Success as a top-level football manager starts with confidence. If you look at the best managers around the world they either fit into the "quietly confident" mould like Carlo Ancelotti, or they are "overtly confident" such as Jose Mourinho. Sir Alex Ferguson was in the latter of those two groups and United fans all over the world had become accustomed to hearing their manager be nothing but positive.
This attitude filters into the squad and gives the players self-belief. David Moyes failed spectacularly in this area and had lost the support of the fans the second "we have to aspire to be like Manchester City" came out of his mouth following a complete drubbing at the hands of their neighbours.
This was then exacerbated by Moyes openly admitting in an interview that Liverpool were favourites going into the rival clash. Now on paper that was true, Liverpool were having an incredible season and United were languishing outside of the European places seemingly content to stay there judging by the lacklustre performances. However, Sir Alex would rather have died and had his ashes scattered over the Kop itself, than admit that Liverpool were ever favourites over his United side.
Louis van Gaal has already begun to prove that he is better suited to the role, just days after being announced as Moyes' successor. His confident demeanour in interviews, his assertion that United are the "biggest club in the world" will all be music to fans' ears. He carries with him a sense of belief that borders on arrogance, but how many people said that about Sir Alex? He is a man who has a CV to back up this attitude, with successful stints at some of the biggest clubs in Europe.
David Moyes had a great reputation at Everton, and if someone offered me the job at Old Trafford I would have bitten their arm off, but I would not have felt I was the right man for the job and Moyes seemed like he had come to the same conclusion. I imagine Sir Alex being a hard man to turn down if he offers you something and Moyes ended up getting swept up and quickly out of his depth.
The manner in which a perceived "stupid question" from the BBC was dismissed by Van Gaal will have delighted not just United fans, but those who are fans of characters within the game.

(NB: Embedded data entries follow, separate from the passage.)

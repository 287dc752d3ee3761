//! The report of `copyloop steady`.

use super::schema::Named;
use super::table::Table;
use super::units;
use super::{num, side};
use crate::deterministic::Steady;
use crate::network::law_text;
use crate::network::Network;
use schemars::JsonSchema;
use serde::Serialize;
use serde_json::Value;

/// A molar figure beside a count figure: `x/Ω_c` with `own` the Ω_c of the compartment it
/// refers to, or null without one.
fn molar(own: Option<f64>, x: f64) -> Option<f64> {
    own.map(|w| x / w)
}

/// Ω of the only compartment, for figures of no one species or step (totals, residual).
fn single(net: &Network) -> Option<f64> {
    (net.compartments.len() == 1).then(|| net.compartments[0].omega)
}

/// Ω_c of the one compartment every species of conservation law `l` sits in, if they share
/// one (a total over several compartments has no single concentration).
fn law_omega(net: &Network, l: &[i64]) -> Option<f64> {
    let mut own = l
        .iter()
        .enumerate()
        .filter(|(_, &c)| c != 0)
        .map(|(i, _)| net.species[i].compartment);
    let first = own.next()??;
    own.all(|c| c == Some(first))
        .then(|| net.compartments[first].omega)
}

fn eigen_text(z: &nalgebra::Complex<f64>) -> String {
    if z.im == 0.0 {
        num(z.re)
    } else {
        let sign = if z.im < 0.0 { "-" } else { "+" };
        format!("{} {sign} {}i", num(z.re), num(z.im.abs()))
    }
}

/// The `--json` document of `steady` (docs/json.md).
#[derive(Serialize, JsonSchema)]
pub struct SteadyDocument {
    pub file: String,
    pub volume_l: Option<f64>,
    pub state: Named<Level>,
    pub fluxes: Named<Flux>,
    /// Species that only accumulate, with their rate.
    pub outputs: Named<Output>,
    /// max |dx/dt| at the reported state, molecules/s.
    pub residual: f64,
    pub residual_molar: Option<f64>,
    pub residual_relative: f64,
    pub stable: bool,
    pub stability: String,
    /// Eigenvalues of the Jacobian on the independent species.
    pub eigenvalues: Vec<Eigenvalue>,
    /// The species left after the conservation laws remove one each.
    pub independent: Vec<String>,
    pub conservation: Vec<ConservedTotal>,
    /// How the state was found.
    pub method: String,
    pub iterations: usize,
    pub integrated_time: f64,
    pub ode_steps: usize,
}

/// A species' steady level; null for one that only accumulates (its rate is in `outputs`).
#[derive(Serialize, JsonSchema)]
pub struct Level {
    pub count: Option<f64>,
    pub molar: Option<f64>,
    pub clamped: bool,
    pub accumulates: bool,
}

/// A reaction's steady flux.
#[derive(Serialize, JsonSchema)]
pub struct Flux {
    pub per_s: f64,
    pub molar_per_s: Option<f64>,
}

/// The rate at which a species that only accumulates grows.
#[derive(Serialize, JsonSchema)]
pub struct Output {
    pub rate_per_s: f64,
    pub rate_molar_per_s: Option<f64>,
    /// Always null here: `steady` runs no ensemble (the key is shared with `reconcile`).
    pub ensemble_rate_per_s: Option<f64>,
}

/// A complex number.
#[derive(Serialize, JsonSchema)]
pub struct Eigenvalue {
    pub re: f64,
    pub im: f64,
}

/// A conservation law {species: coefficient} and the total it keeps, in molecules.
#[derive(Serialize, JsonSchema)]
pub struct ConservedTotal {
    pub law: Named<i64>,
    pub total: f64,
    pub total_molar: Option<f64>,
}

/// The typed document of `steady`.
pub fn document(net: &Network, st: &Steady) -> SteadyDocument {
    let accumulates = |i: usize| st.outputs.iter().any(|o| o.species == i);
    let state = net
        .species
        .iter()
        .enumerate()
        .map(|(i, s)| {
            let level = (!accumulates(i)).then_some(st.counts[i]);
            let entry = Level {
                count: level,
                molar: level.and_then(|c| molar(net.species_molar_omega(i), c)),
                clamped: s.clamped,
                accumulates: accumulates(i),
            };
            (s.name.clone(), entry)
        })
        .collect();
    let outputs = st
        .outputs
        .iter()
        .map(|o| {
            let out = Output {
                rate_per_s: o.rate_per_s,
                rate_molar_per_s: molar(net.species_molar_omega(o.species), o.rate_per_s),
                ensemble_rate_per_s: None,
            };
            (net.species[o.species].name.clone(), out)
        })
        .collect();
    let fluxes = net
        .reactions
        .iter()
        .enumerate()
        .map(|(j, r)| {
            let f = Flux {
                per_s: st.fluxes_per_s[j],
                molar_per_s: molar(net.reaction_molar_omega(j), st.fluxes_per_s[j]),
            };
            (r.label.clone(), f)
        })
        .collect();
    let conservation = net
        .conservation_laws
        .iter()
        .zip(&st.totals)
        .map(|(l, &t)| ConservedTotal {
            law: l
                .iter()
                .enumerate()
                .filter(|(_, &c)| c != 0)
                .map(|(i, &c)| (net.species[i].name.clone(), c))
                .collect(),
            total: t * net.omega,
            total_molar: molar(law_omega(net, l), t * net.omega),
        })
        .collect();
    SteadyDocument {
        file: net.file.clone(),
        volume_l: net.volume_l,
        state,
        fluxes,
        outputs,
        residual: st.residual.max_abs_per_s,
        residual_molar: molar(single(net), st.residual.max_abs_per_s),
        residual_relative: st.residual.relative,
        stable: st.stable(),
        stability: st.stability.as_str().to_string(),
        eigenvalues: st
            .eigenvalues
            .iter()
            .map(|z| Eigenvalue { re: z.re, im: z.im })
            .collect(),
        independent: st
            .independent
            .iter()
            .map(|&i| net.species[i].name.clone())
            .collect(),
        conservation,
        method: st.method.as_str().to_string(),
        iterations: st.iterations,
        integrated_time: st.integrated_time,
        ode_steps: st.ode_steps,
    }
}

/// The JSON document of docs/json.md for `steady`, with extras.
pub fn json(net: &Network, st: &Steady) -> Value {
    super::schema::to_value(&document(net, st))
}

/// The readable report of `steady`.
pub fn table(net: &Network, st: &Steady) -> String {
    let mut out = format!(
        "{}: deterministic steady state ({})\n\n",
        net.file,
        st.method.as_str()
    );
    let with_volume = net.volume_l.is_some();
    let mut head = vec!["species", "molecules"];
    if with_volume {
        head.push("concentration");
    }
    head.push("held");
    let mut t = Table::new(&head);
    for (i, s) in net.species.iter().enumerate() {
        if let Some(o) = st.outputs.iter().find(|o| o.species == i) {
            let mut row = vec![s.name.clone(), format!("+{}/s", num(o.rate_per_s))];
            if with_volume {
                row.push(format!("+{}/s", units::level(net, i, o.rate)));
            }
            row.push("accumulates".into());
            t.row(row);
            continue;
        }
        let mut row = vec![s.name.clone(), num(st.counts[i])];
        if with_volume {
            row.push(
                net.species_molar_omega(i)
                    .map_or("-".into(), |w| units::level(net, i, st.counts[i] / w)),
            );
        }
        row.push(if s.clamped {
            "clamped".into()
        } else {
            String::new()
        });
        t.row(row);
    }
    out.push_str(&t.render());
    if !st.outputs.is_empty() {
        out.push_str(
            "(a species that nothing consumes or reads only accumulates: the steady state is that of the rest, and its rate is shown)\n",
        );
    }
    out.push('\n');
    let mut head = vec!["reaction", "step", "flux (molecules/s)"];
    if with_volume {
        head.push("flux (concentration/s)");
    }
    let mut t = Table::new(&head);
    for (j, r) in net.reactions.iter().enumerate() {
        let mut row = vec![
            r.label.clone(),
            format!("{} -> {}", side(net, &r.reactants), side(net, &r.products)),
            num(st.fluxes_per_s[j]),
        ];
        if with_volume {
            row.push(net.reaction_molar_omega(j).map_or("-".into(), |w| {
                format!(
                    "{}/s",
                    units::reaction_level(net, j, st.fluxes_per_s[j] / w)
                )
            }));
        }
        t.row(row);
    }
    out.push_str(&t.render());
    if !net.conservation_laws.is_empty() {
        out.push_str("\nconserved totals\n");
        for (l, &total) in net.conservation_laws.iter().zip(&st.totals) {
            let molar = match law_omega(net, l) {
                Some(w) => {
                    let i = l.iter().position(|&c| c != 0).unwrap_or(0);
                    format!(" ({})", units::level(net, i, total * net.omega / w))
                }
                None => String::new(),
            };
            out.push_str(&format!(
                "  {} = {} molecules{molar}\n",
                law_text(net, l),
                num(total * net.omega)
            ));
        }
    }
    out.push_str(&format!(
        "\nresidual: max |dx/dt| = {} molecules/s (relative {})\n",
        num(st.residual.max_abs_per_s),
        num(st.residual.relative)
    ));
    let ev: Vec<String> = st.eigenvalues.iter().map(eigen_text).collect();
    out.push_str(&format!(
        "stability: {}; eigenvalues of the reduced Jacobian (1/s): {}\n",
        st.stability.as_str(),
        if ev.is_empty() {
            "none".to_string()
        } else {
            ev.join(", ")
        }
    ));
    out
}
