/// The readable report of `check`.
pub fn table(net: &Network) -> String {
    let mut out = String::new();
    match net.volume_l {
        Some(v) if net.compartments.len() == 1 => out.push_str(&format!(
            "{}: volume {} L, Ω = N_A·V = {} molecules per mol/L\n\n",
            net.file,
            num(v),
            num(net.omega)
        )),
        Some(_) => {
            out.push_str(&format!(
                "{}: {} compartments\n",
                net.file,
                net.compartments.len()
            ));
            let mut t = Table::new(&[
                "compartment",
                "volume (L)",
                "Ω = N_A·V (molecules per mol/L)",
            ]);
            for c in &net.compartments {
                t.row(vec![
                    c.name.clone(),
                    c.volume_l.map_or("-".into(), num),
                    num(c.omega),
                ]);
            }
            out.push_str(&t.render());
            out.push('\n');
        }
        None => out.push_str(&format!(
            "{}: no volume; every amount is in molecules, every rate in molecules/s\n\n",
            net.file
        )),
    }
    let several = net.compartments.len() > 1;
    let mut head = vec!["species", "initial (molecules)", "initial", "held"];
    if several {
        head.push("compartment");
    }
    let mut t = Table::new(&head);
    for (i, s) in net.species.iter().enumerate() {
        let mut row = vec![
            s.name.clone(),
            s.initial.to_string(),
            net.concentration_factor(i).map_or("-".into(), |f| {
                super::units::level(net, i, s.initial as f64 * f)
            }),
            if s.clamped {
                "clamped".into()
            } else {
                String::new()
            },
        ];
        if several {
            row.push(
                s.compartment
                    .map_or("-".into(), |c| net.compartments[c].name.clone()),
            );
        }
        t.row(row);
    }
    out.push_str(&t.render());
    out.push('\n');
    let mut t = Table::new(&["reaction", "step", "order", "c (molecules, s)", "rate"]);
    for r in &net.reactions {
        let rate = match &r.kinetics {
            crate::network::Kinetics::MassAction { k, .. } => {
                if net.volume_l.is_some() {
                    format!(
                        "k = {} {}",
                        num(*k),
                        super::units::mass_action_unit(r.order())
                    )
                } else {
                    "mass action".into()
                }
            }
            crate::network::Kinetics::Law { law, .. } => format!("law {}", law.text),
        };
        let rate = match &r.kinetics {
            crate::network::Kinetics::MassAction {
                follows: Some(f), ..
            } => format!("{rate}, follows `{}`", net.params[f.param].name),
            _ => rate,
        };
        let rate = if r.transport {
            format!("{rate}, transport")
        } else {
            rate
        };
        t.row(vec![
            r.label.clone(),
            format!("{} -> {}", side(net, &r.reactants), side(net, &r.products)),
            r.order().to_string(),
            r.stochastic_constant().map_or("-".into(), num),
            rate,
        ]);
    }
    out.push_str(&t.render());
    out.push_str("\nstoichiometry (rows: species, columns: reactions)\n");
    let mut head: Vec<&str> = vec![""];
    head.extend(net.reactions.iter().map(|r| r.label.as_str()));
    let mut t = Table::new(&head);
    for (i, s) in net.species.iter().enumerate() {
        let mut row = vec![s.name.clone()];
        row.extend(net.stoichiometry.dense_row(i).iter().map(|x| x.to_string()));
        t.row(row);
    }
    out.push_str(&t.render());
    out.push_str("\nconservation laws\n");
    if net.conservation_laws.is_empty() {
        out.push_str("  none\n");
    }
    let x0 = net.initial_state();
    for l in &net.conservation_laws {
        let total: i64 = l.iter().zip(&x0).map(|(a, b)| a * b).sum();
        out.push_str(&format!("  {} = {total}\n", law_text(net, l)));
    }
    out.push_str("\ncarrier motifs\n");
    if net.motifs.is_empty() {
        out.push_str("  none found\n");
    } else {
        let mut t = Table::new(&[
            "kind",
            "carrier",
            "ligand",
            "complex",
            "steps",
            "K (molecules)",
            "K",
        ]);
        for m in &net.motifs {
            let label = |j: usize| net.reactions[j].label.clone();
            let mut steps = vec![label(m.bind)];
            steps.extend(m.unbind.map(label));
            steps.push(label(m.output));
            t.row(vec![
                m.kind.as_str().into(),
                net.species[m.carrier].name.clone(),
                net.species[m.ligand].name.clone(),
                net.species[m.complex].name.clone(),
                steps.join(", "),
                num(m.k_half),
                net.volume_l.map_or("-".into(), |_| {
                    super::units::level(net, m.ligand, m.k_half / net.reaction_omega(m.bind))
                }),
            ]);
        }
        out.push_str(&t.render());
    }
    if !net.doses.is_empty() {
        out.push_str("\ndoses\n");
        for d in &net.doses {
            out.push_str(&format!(
                "  {} += {} molecules {} (line {})\n",
                net.species[d.species].name,
                d.count,
                schedule_text(d),
                d.span.line
            ));
        }
    }
    if !net.infusions.is_empty() {
        out.push_str("\ninfusions\n");
        for f in &net.infusions {
            out.push_str(&format!(
                "  {} at {} molecules/s from {} s to {} s, as step `{}` (line {})\n",
                net.species[f.species].name,
                num(f.rate),
                num(f.from),
                num(f.to),
                net.reactions[f.reaction].label,
                f.span.line
            ));
        }
    }
    if !net.events.is_empty() {
        out.push_str("\nevents\n");
        for e in &net.events {
            let sets: Vec<String> = e
                .assignments
                .iter()
                .map(|a| {
                    let target = match a.target {
                        crate::network::Target::Species(i) => &net.species[i].name,
                        crate::network::Target::Param(p) => &net.params[p].name,
                    };
                    format!(
                        "{target} {} {}",
                        if a.add { "+=" } else { "=" },
                        a.value.text
                    )
                })
                .collect();
            out.push_str(&format!(
                "  {}: when {} : {}{} (line {})\n",
                e.label,
                e.trigger.text,
                sets.join(", "),
                if e.initial_value { "" } else { " at start" },
                e.span.line
            ));
        }
    }
    if !net.warnings.is_empty() {
        out.push_str(&format!("\n{} warning(s) on stderr\n", net.warnings.len()));
    }
    out
}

He gives off the impression of a man who doesn't suffer fools and that is a characteristic always attributed to the man who occupied the Old Trafford hot seat during the clubs most successful period. It would seem that to be the Manchester United manager, you truly have to believe that you not only are capable of doing the job, but that you also belong there. Mr Van Gaal has made it clear he believes both, let's see if he shows us why.